Provided data Start Marker

def _simulate_and_estimate_iqu(index, rng, setup):
    """One polarized validation simulation: I, Q, U sky (+ noise) -> the six bandpowers."""
    from cmbtools._core import sht
    from cmbtools.simulate.noise import _noise_map
    from cmbtools.simulate.polarized_skies import gaussian_iqu_alm
    from cmbtools.simulate.skies import _dipole_map, _dipole_vector

    est = setup.estimator
    nside, lmax = int(est.nside), int(setup.sky_lmax)
    alm = gaussian_iqu_alm(setup.spectra, lmax, rng=rng)
    sky = np.empty((3, 12 * nside * nside))
    t_alm = sht.almxfl(alm[0], setup.amplitude_t, lmax)
    e_alm, b_alm = sht.almxfl(alm[1], setup.amplitude_p, lmax), sht.almxfl(alm[2], setup.amplitude_p, lmax)
    del alm
    if setup.pixelise:
        from cmbtools.simulate.pixel_averaging import pixel_averaged_map

        # I, Q, U averaged over each pixel's area (Q, U as components in each point's own frame: the
        # definition of the polarization pixel window)
        sky[0] = pixel_averaged_map(t_alm, nside, lmax)
        sky[1:] = pixel_averaged_map(np.stack([e_alm, b_alm]), nside, lmax, spin=2)
    else:
        sky[0] = sht.alm2map(t_alm, nside, lmax)
        sky[1], sky[2] = sht.alm2map_spin2(e_alm, b_alm, nside, lmax)
    del t_alm, e_alm, b_alm
    if setup.monopole:
        sky[0] += setup.monopole
    if setup.dipole is not None:
        sky[0] += setup.dipole_factor * _dipole_map(nside, _dipole_vector(setup.dipole))

    def noisy(maps):
        if setup.noise is None:
            return maps
        out = maps.copy()
        for k in range(3):  # I, then Q, then U (Q and U sqrt(2) times noisier: the same detectors, differenced)
            n = _noise_map(setup.noise, nside, 3 * nside - 1, rng, None)
            n[n == UNSEEN] = 0.0  # unobserved pixels lie outside the mask (checked before the run)
            out[k] += n if k == 0 else math.sqrt(2.0) * n
        return out

    if setup.cross:
        bp = est.estimate(noisy(sky), noisy(sky))
    else:
        bp = est.estimate(noisy(sky), noise_cl=setup.noise_cl)
    return {"cl": np.asarray(bp.cl, dtype=np.float64), "cl_err": np.asarray(bp.cl_err, dtype=np.float64)}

Provided data End Marker

Work required> How many lines in these records hold the string "lmax"? Reply with the number alone.

Response to this exercise> 8